Safe BYOD Is Most likely At Most Risk From Passwords

Those organizations that had actually taken steps to secure BYOD the application of password and acceptable use policies were the most common. However passwords may represent a critical and distinct vulnerability in the application of BYOD, because users frequently utilize the exact same passwords once again and they are not complex enough. While companies that have a BYOD policy will certainly increase the danger of a hacker attack, there might be an even higher threat which is internal said previous Federal Trade Commission executive Paul Luehr, in an interview with CIO Magazine’s Tom Kaneshige.

Luehr told Kaneshige “the most common method BYOD policies impact data security and breaches is in the cross-pollination of passwords.” “An individual is most likely utilizing the same or extremely comparable password as the one they use on their home devices.”

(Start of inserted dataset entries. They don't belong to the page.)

/* SPDX-License-Identifier: GPL-3.0-or-later */
/*
 * json_value: our quantities as JSON values.
 *
 * Each returns an owned value and never NULL; what nobody knows, what no
 * I-JSON number holds (RFC 7493) and what memory cannot hold is null.
 */
#ifndef PLAFOND_JSON_VALUE_H
#define PLAFOND_JSON_VALUE_H

#include <stdint.h>

#include <jansson.h>

struct ceiling;
struct circuit;
struct record;
struct trial_run;

/* UNKNOWN_U64 (also FIELD_UNSET) and what exceeds 2^53 - 1 are null. */
json_t *json_value_u64(uint64_t value);
json_t *json_value_i64(int64_t value);
/* Not finite: null. */
json_t *json_value_real(double value);
/* "" is null; bytes that are not UTF-8 become U+FFFD. */
json_t *json_value_text(const char *text);
/* RFC 3339, UTC; 0 is null. */
json_t *json_value_utc(uint64_t utc_ns);

/* Takes value; NULL becomes null. */
void json_put(json_t *object, const char *name, json_t *value);
void json_push(json_t *array, json_t *value);

/* ceilings[] of the record and of `plafond ceiling` (json_ceiling.c). */
json_t *json_ceiling(const struct circuit *circuit,
    const struct ceiling *ceiling);
/* trials[] of the record (json_trial.c). */
json_t *json_trial(const struct record *record, const struct trial_run *run);

#endif
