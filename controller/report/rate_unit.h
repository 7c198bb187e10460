/* SPDX-License-Identifier: GPL-3.0-or-later */
/*
 * rate_unit: one unit for a column of rates, three digits after the point.
 *
 * Rounds down; the text forms of a ceiling share it.  Pure.
 */
#ifndef PLAFOND_RATE_UNIT_H
#define PLAFOND_RATE_UNIT_H

#include <stdint.h>

#define RATE_CELL_SIZE 32

struct rate_unit {
	uint64_t least_bps;	/* of the column's largest, from here on */
	uint64_t digit_bps;	/* the last digit */
	const char *symbol;	/* "Mbit/s" */
};

/* For a column whose largest and least interesting rates are these: a smaller
 * unit where the larger one would leave fewer than three digits of the least.
 * least_bps 0: it does not count. */
const struct rate_unit *rate_unit_for(uint64_t largest_bps,
    uint64_t least_bps);
/* "941.482"; returns buf. */
const char *rate_unit_text(const struct rate_unit *unit, uint64_t bps,
    char buf[RATE_CELL_SIZE]);
/* A whole number of last digits, 0 to 3 of them after the point, with a sign
 * before it; returns buf. */
const char *rate_digits(uint64_t value, unsigned digits, const char *sign,
    char buf[RATE_CELL_SIZE]);

#endif
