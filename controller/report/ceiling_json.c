/* SPDX-License-Identifier: GPL-3.0-or-later */
/* A ceiling_report as JSON: "plafond-ceiling/1". */
#include "report/ceiling_report.h"
#include "report/json_value.h"

static json_t *
payload_by_protocol(const struct ceiling_report *report,
    enum direction direction)
{
	bool known = !report->ceilings[direction].reference;
	json_t *object = json_object();
	enum protocol p;

	for (p = 0; p < PROTOCOLS; p++)
		json_put(object, protocol_name(p), known ? json_value_u64(
		    report->payload_bps[direction][p]) : json_null());
	return object;
}

static json_t *
json_both(const struct ceiling_report *report, enum direction direction)
{
	const struct both_report *both = &report->both[direction];
	json_t *object;

	if (report->ceilings[direction].reference)
		return json_null();
	object = json_object();
	json_put(object, "low_payload_bps", json_value_u64(both->low_bps));
	json_put(object, "high_payload_bps", json_value_u64(both->high_bps));
	json_put(object, "low_segments_per_acknowledgement",
	    both->low_segments > 0 ? json_value_real(both->low_segments) :
	    json_null());
	json_put(object, "high_segments_per_acknowledgement",
	    both->high_segments > 0 ? json_value_real(both->high_segments) :
	    json_null());
	return object;
}

static json_t *
json_notes(const struct condition_figures *figures)
{
	json_t *array = json_array();

	for (size_t i = 0; i < figures->notes_count; i++)
		json_push(array, json_value_text(figures->notes[i]));
	return array;
}

static json_t *
json_figures(const struct condition_figures *f)
{
	const struct {
		const char *name;
		uint64_t value;
	} members[] = {
		{ "bdp_bytes", f->bdp_bytes },
		{ "window_needed_bytes", f->window_needed_bytes },
		{ "window_shift", f->window_shift },
		{ "streams_needed", f->streams_needed },
		{ "ramp_rounds", f->ramp_rounds },
		{ "ramp_ns", f->ramp_ns },
		{ "cold_mean_bps", f->cold_mean_bps },
		{ "burst_ns", f->burst_ns },
		{ "burst_mean_bps", f->burst_mean_bps },
		{ "transfer_ns", f->transfer_ns },
	};
	json_t *object = json_object();

	json_put(object, "loss_ratio", json_value_real(f->loss_ratio));
	for (size_t i = 0; i < sizeof(members) / sizeof(members[0]); i++)
		json_put(object, members[i].name,
		    json_value_u64(members[i].value));
	json_put(object, "notes", json_notes(f));
	return object;
}

static json_t *
json_directions(const uint64_t values[DIRECTIONS_SINGLE])
{
	json_t *object = json_object();
	enum direction d;

	for (d = 0; d < DIRECTIONS_SINGLE; d++)
		json_put(object, direction_name(d), json_value_u64(values[d]));
	return object;
}

static json_t *
json_ratios(const double values[DIRECTIONS_SINGLE])
{
	json_t *object = json_object();
	enum direction d;

	for (d = 0; d < DIRECTIONS_SINGLE; d++)
		json_put(object, direction_name(d),
		    json_value_real(values[d]));
	return object;
}

static json_t *
json_conditions(const struct conditions *conditions)
{
	json_t *object = json_object();

	json_put(object, "round_trip_ns",
	    json_value_u64(conditions->round_trip_ns));
	json_put(object, "loss_ratio", json_ratios(conditions->loss_ratio));
	json_put(object, "bit_error_ratio",
	    json_ratios(conditions->bit_error_ratio));
	json_put(object, "window_bytes",
	    json_directions(conditions->window_bytes));
	json_put(object, "host_bps", json_directions(conditions->host_bps));
	json_put(object, "test_length_ns",
	    json_value_u64(conditions->test_length_ns));
	json_put(object, "transfer_bytes",
	    json_value_u64(conditions->transfer_bytes));
	return object;
}

static json_t *
json_layers(const struct layer_stack *stack)
{
	json_t *array = json_array();

	for (size_t i = 0; i < stack->count; i++)
		json_push(array, json_value_text(stack->use[i].layer->name));
	return array;
}

static json_t *
json_segments(const struct ceiling_report *report)
{
	json_t *array = json_array();

	for (size_t i = 0; i < report->circuit->segments_count; i++) {
		const struct segment *segment = &report->circuit->segments[i];
		const struct medium *medium = segment->medium.medium;
		json_t *object = json_object();

		json_put(object, "name", json_value_text(segment->name));
		json_put(object, "medium", json_value_text(medium->name));
		json_put(object, "layers", json_layers(&segment->layers));
		json_put(object, "mtu_bytes",
		    json_value_u64(segment->mtu_bytes));
		json_put(object, "duplex", json_value_text(duplex_name(
		    report->segments[i].duplex)));
		json_put(object, "accuracy", json_value_text(accuracy_name(
		    report->segments[i].accuracy)));
		json_put(object, "tolerance_ppm", json_value_u64(
		    report->segments[i].tolerance_ppm));
		json_push(array, object);
	}
	return array;
}

int
ceiling_report_json(const struct ceiling_report *report, FILE *out)
{
	json_t *root = json_object(), *circuit = json_object();
	json_t *ceilings = json_array(), *ceiling;
	enum direction d;
	int rc;

	json_put(root, "format", json_value_text("plafond-ceiling/1"));
	json_put(root, "software",
	    json_value_text("plafond " PLAFOND_VERSION));
	json_put(circuit, "name", json_value_text(report->circuit->name));
	json_put(circuit, "mtu_bytes",
	    json_value_u64(circuit_mtu(report->circuit)));
	json_put(circuit, "segments", json_segments(report));
	json_put(circuit, "conditions",
	    json_conditions(&report->circuit->conditions));
	json_put(root, "circuit", circuit);
	for (d = 0; d < DIRECTIONS_SINGLE; d++) {
		ceiling = json_ceiling(report->circuit, &report->ceilings[d]);
		json_put(ceiling, "payload_by_protocol",
		    payload_by_protocol(report, d));
		json_put(ceiling, "both", json_both(report, d));
		json_put(ceiling, "figures",
		    json_figures(&report->figures[d]));
		json_push(ceilings, ceiling);
	}
	json_put(root, "ceilings", ceilings);
	rc = json_dumpf(root, out, JSON_INDENT(2));
	(void)fputc('\n', out);
	json_decref(root);
	return rc;
}
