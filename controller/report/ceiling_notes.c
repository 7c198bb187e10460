/* SPDX-License-Identifier: GPL-3.0-or-later */
/* What the text of a ceiling says beside its tables. */
#include <inttypes.h>
#include <math.h>
#include <string.h>

#include "columns.h"
#include "report/ceiling_report.h"
#include "report/rate_unit.h"

#define TEXT_SIZE 512

/* "914.718 to 940.263", or one figure where both are the same. */
static const char *
range_text(const struct rate_unit *unit, uint64_t low_bps, uint64_t high_bps,
    char buf[2 * RATE_CELL_SIZE + 8])
{
	char low[RATE_CELL_SIZE], high[RATE_CELL_SIZE];

	(void)rate_unit_text(unit, low_bps, low);
	(void)rate_unit_text(unit, high_bps, high);
	(void)snprintf(buf, 2 * RATE_CELL_SIZE + 8, "%s%s%s", low,
	    low_bps == high_bps ? "" : " to ",
	    low_bps == high_bps ? "" : high);
	return buf;
}

static void
print_segments_an_ack(const struct both_report *both, FILE *out)
{
	if (!(both->low_segments > 0))
		return;
	(void)fprintf(out, "  one acknowledgement for %.4g",
	    both->low_segments);
	if (both->high_segments > both->low_segments)
		(void)fprintf(out, " to %.4g", both->high_segments);
	(void)fputs(" segments\n", out);
}

void
ceiling_text_both(const struct ceiling_report *report,
    enum direction direction, const char *way, const struct rate_unit *unit,
    FILE *out)
{
	const struct ceiling *ceiling = &report->ceilings[direction];
	const struct both_report *both = report->both, *own;
	char each[2 * RATE_CELL_SIZE + 8], all[2 * RATE_CELL_SIZE + 8];

	own = &both[direction];
	if (!ceiling->shared &&
	    own->low_bps == ceiling->rate_bps[LEVEL_PAYLOAD] &&
	    own->high_bps == own->low_bps) {
		(void)fputs("both directions at once: the same\n", out);
		return;
	}
	(void)fprintf(out, "both directions at once: %s %s %s\n",
	    range_text(unit, own->low_bps, own->high_bps, each),
	    unit->symbol, way);
	if (ceiling->shared)
		(void)fprintf(out, "  they share the line: %s %s together\n",
		    range_text(unit, both[0].low_bps + both[1].low_bps,
		    both[0].high_bps + both[1].high_bps, all), unit->symbol);
	print_segments_an_ack(own, out);
}

struct figures {
	struct columns *columns;
	const struct condition_figures *values;
	const struct conditions *conditions;
	const struct rate_unit *unit;
	enum direction direction;
	size_t count;
};

static void
add_figure(struct figures *figures, const char *what, const char *text)
{
	const char *cells[] = { what, text };

	columns_row(figures->columns, cells);
	figures->count++;
}

static bool
known(uint64_t value)
{
	return value != FIELD_UNSET;
}

static const char *
time_text(uint64_t ns, char buf[RATE_CELL_SIZE])
{
	return units_format(ns, DIMENSION_TIME, 3, buf, RATE_CELL_SIZE);
}

/* What one round trip asks of the windows. */
static void
add_window(struct figures *f)
{
	const struct condition_figures *v = f->values;
	char text[TEXT_SIZE], rtt[RATE_CELL_SIZE], window[RATE_CELL_SIZE];
	uint64_t window_bytes = f->conditions->window_bytes[f->direction];

	if (known(v->bdp_bytes)) {
		(void)snprintf(text, sizeof(text), "%" PRIu64 " B of the line "
		    "in %s", v->bdp_bytes,
		    time_text(f->conditions->round_trip_ns, rtt));
		add_figure(f, "bandwidth-delay product", text);
	}
	if (known(v->window_needed_bytes)) {
		(void)snprintf(text, sizeof(text), "%" PRIu64 " B over all "
		    "streams", v->window_needed_bytes);
		if (known(v->window_shift))
			(void)snprintf(text + strlen(text), sizeof(text) -
			    strlen(text), "; scaled by 2^%" PRIu64 " (RFC "
			    "7323) for one alone", v->window_shift);
		add_figure(f, "window needed", text);
	}
	if (known(v->streams_needed)) {
		(void)snprintf(text, sizeof(text), "%" PRIu64 "%s%s",
		    v->streams_needed, known(window_bytes) ?
		    ", each with a window of " : "", known(window_bytes) ?
		    units_format_exact(window_bytes, DIMENSION_SIZE, window,
		    sizeof(window)) : "");
		add_figure(f, "streams needed", text);
	}
}

/* What a test of finite length sees. */
static void
add_test(struct figures *f)
{
	const struct condition_figures *v = f->values;
	char text[TEXT_SIZE], what[96], length[RATE_CELL_SIZE] = "";
	char time[RATE_CELL_SIZE], rate[RATE_CELL_SIZE];

	if (known(f->conditions->test_length_ns))
		(void)units_format_exact(f->conditions->test_length_ns,
		    DIMENSION_TIME, length, sizeof(length));
	if (known(v->ramp_ns) && known(v->ramp_rounds)) {
		(void)snprintf(text, sizeof(text), "%" PRIu64 " round trips, "
		    "%s (RFC 6928)", v->ramp_rounds,
		    time_text(v->ramp_ns, time));
		add_figure(f, "slow start", text);
	}
	if (known(v->cold_mean_bps)) {
		(void)snprintf(what, sizeof(what), "mean of a cold %s",
		    length);
		(void)snprintf(text, sizeof(text), "%s %s of payload",
		    rate_unit_text(f->unit, v->cold_mean_bps, rate),
		    f->unit->symbol);
		add_figure(f, what, text);
	}
	if (known(v->burst_ns))
		add_figure(f, "burst allowance lasts",
		    time_text(v->burst_ns, time));
	if (known(v->burst_mean_bps)) {
		(void)snprintf(what, sizeof(what), "mean of %s with it",
		    length);
		(void)snprintf(text, sizeof(text), "%s %s of payload",
		    rate_unit_text(f->unit, v->burst_mean_bps, rate),
		    f->unit->symbol);
		add_figure(f, what, text);
	}
}

static void
add_transfer(struct figures *f)
{
	const struct condition_figures *v = f->values;
	char text[TEXT_SIZE], time[RATE_CELL_SIZE], size[RATE_CELL_SIZE];

	if (!known(v->transfer_ns))
		return;
	(void)snprintf(text, sizeof(text), "%s for %s (RFC 6349 section 4.1)",
	    time_text(v->transfer_ns, time), units_format_exact(
	    f->conditions->transfer_bytes, DIMENSION_SIZE, size,
	    sizeof(size)));
	add_figure(f, "ideal transfer time", text);
}

void
ceiling_text_figures(const struct ceiling_report *report,
    enum direction direction, const struct rate_unit *unit, FILE *out)
{
	struct figures f = { .columns = columns_new("lw"),
		.values = &report->figures[direction],
		.conditions = &report->circuit->conditions, .unit = unit,
		.direction = direction };
	char text[TEXT_SIZE];

	if (!isnan(f.values->loss_ratio)) {
		(void)snprintf(text, sizeof(text), "%.4g of the packets",
		    f.values->loss_ratio);
		add_figure(&f, "loss", text);
	}
	add_window(&f);
	add_test(&f);
	add_transfer(&f);
	for (size_t i = 0; i < f.values->notes_count; i++)
		add_figure(&f, i == 0 ? "note" : "", f.values->notes[i]);
	if (f.count > 0) {
		(void)fputs("\nfigures beside the ceiling\n", out);
		columns_print(f.columns, 2, out);
	}
	columns_free(f.columns);
}

/* "model; rests on memory: ..." */
static void
add_accuracy(struct columns *columns, const char *name,
    enum accuracy accuracy, const char *note, const char *memory,
    uint64_t tolerance_ppm)
{
	const char *class = accuracy_name(accuracy);
	char text[2 * TEXT_SIZE], clock[64] = "";
	const char *cells[] = { name, text };
	size_t length = strlen(class);

	if (tolerance_ppm != 0)
		(void)snprintf(clock, sizeof(clock), ", within %" PRIu64
		    " ppm", tolerance_ppm);
	/* Some notes begin with the class themselves. */
	if (note != NULL && strncmp(note, class, length) == 0 &&
	    strncmp(note + length, ": ", 2) == 0)
		note += length + 2;
	(void)snprintf(text, sizeof(text), "%s%s%s%s%s%s", class, clock,
	    note != NULL ? ": " : "", note != NULL ? note : "", memory != NULL ?
	    "; rests on memory: " : "", memory != NULL ? memory : "");
	columns_row(columns, cells);
}

static void
add_layers(struct columns *columns, const struct circuit *circuit, size_t i)
{
	const struct layer_stack *stack = &circuit->segments[i].layers;
	const struct layer *layer, *other;
	size_t n, before, packet = layers_lowest_packet(stack);
	char name[48];

	for (n = 0; n < stack->count; n++) {
		layer = stack->use[n].layer;
		if (layer->accuracy == ACCURACY_EXACT ||
		    (i > 0 && n >= packet))	/* those of segment 0 */
			continue;
		for (before = 0; before < n; before++) {
			other = stack->use[before].layer;
			if (other == layer)
				break;
		}
		if (before < n)
			continue;
		(void)snprintf(name, sizeof(name), "layer %s", layer->name);
		add_accuracy(columns, name, layer->accuracy, NULL,
		    layer->memory, 0);
	}
}

void
ceiling_text_accuracy(const struct ceiling_report *report, FILE *out)
{
	const struct circuit *circuit = report->circuit;
	struct columns *columns = columns_new("lw");
	char name[CIRCUIT_NAME_SIZE + 48];
	bool exact = true;
	size_t i, n;

	for (i = 0; i < circuit->segments_count; i++) {
		const struct segment *segment = &circuit->segments[i];
		const struct medium *medium = segment->medium.medium;

		(void)snprintf(name, sizeof(name), "%s%s%s", segment->name,
		    segment->name[0] != '\0' ? ": " : "", medium->name);
		add_accuracy(columns, name, medium->accuracy,
		    medium->accuracy_note, medium->memory,
		    report->segments[i].tolerance_ppm);
		add_layers(columns, circuit, i);
		for (n = 0; n < segment->layers.count; n++)
			exact = exact && segment->layers.use[n].layer->
			    accuracy == ACCURACY_EXACT;
	}
	if (exact)
		add_accuracy(columns, "layers", ACCURACY_EXACT, NULL, NULL, 0);
	(void)fputs("\naccuracy\n", out);
	columns_print(columns, 2, out);
	columns_free(columns);
}
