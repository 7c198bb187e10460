/* SPDX-License-Identifier: GPL-3.0-or-later */
#include "report/csv_text.h"

#include <stdbool.h>
#include <string.h>

void
csv_text(const char *text, FILE *out)
{
	bool quoted = text[strcspn(text, ",\"\r\n")] != '\0';

	if (quoted)
		(void)fputc('"', out);
	for (; *text != '\0'; text++) {
		if (*text == '"')
			(void)fputc('"', out);
		(void)fputc(*text, out);
	}
	if (quoted)
		(void)fputc('"', out);
}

Luehr noted that prime threats for companies that allow BYOD are disgruntled employees who will typically leak crucial data once they have actually been let go, are prime threats for companies that have actually allowed BYOD. Because of BYOD the distinction between work and home is disappearing, and risky behavior such as utilizing social networks on business networks is being practiced by some staff members, and this can be a prelude to eventually sharing delicate info either wilfully or thoughtlessly utilizing cloud services. The performance gains that are made with BYOD need to be preserved with the implementation of comprehensive endpoint security.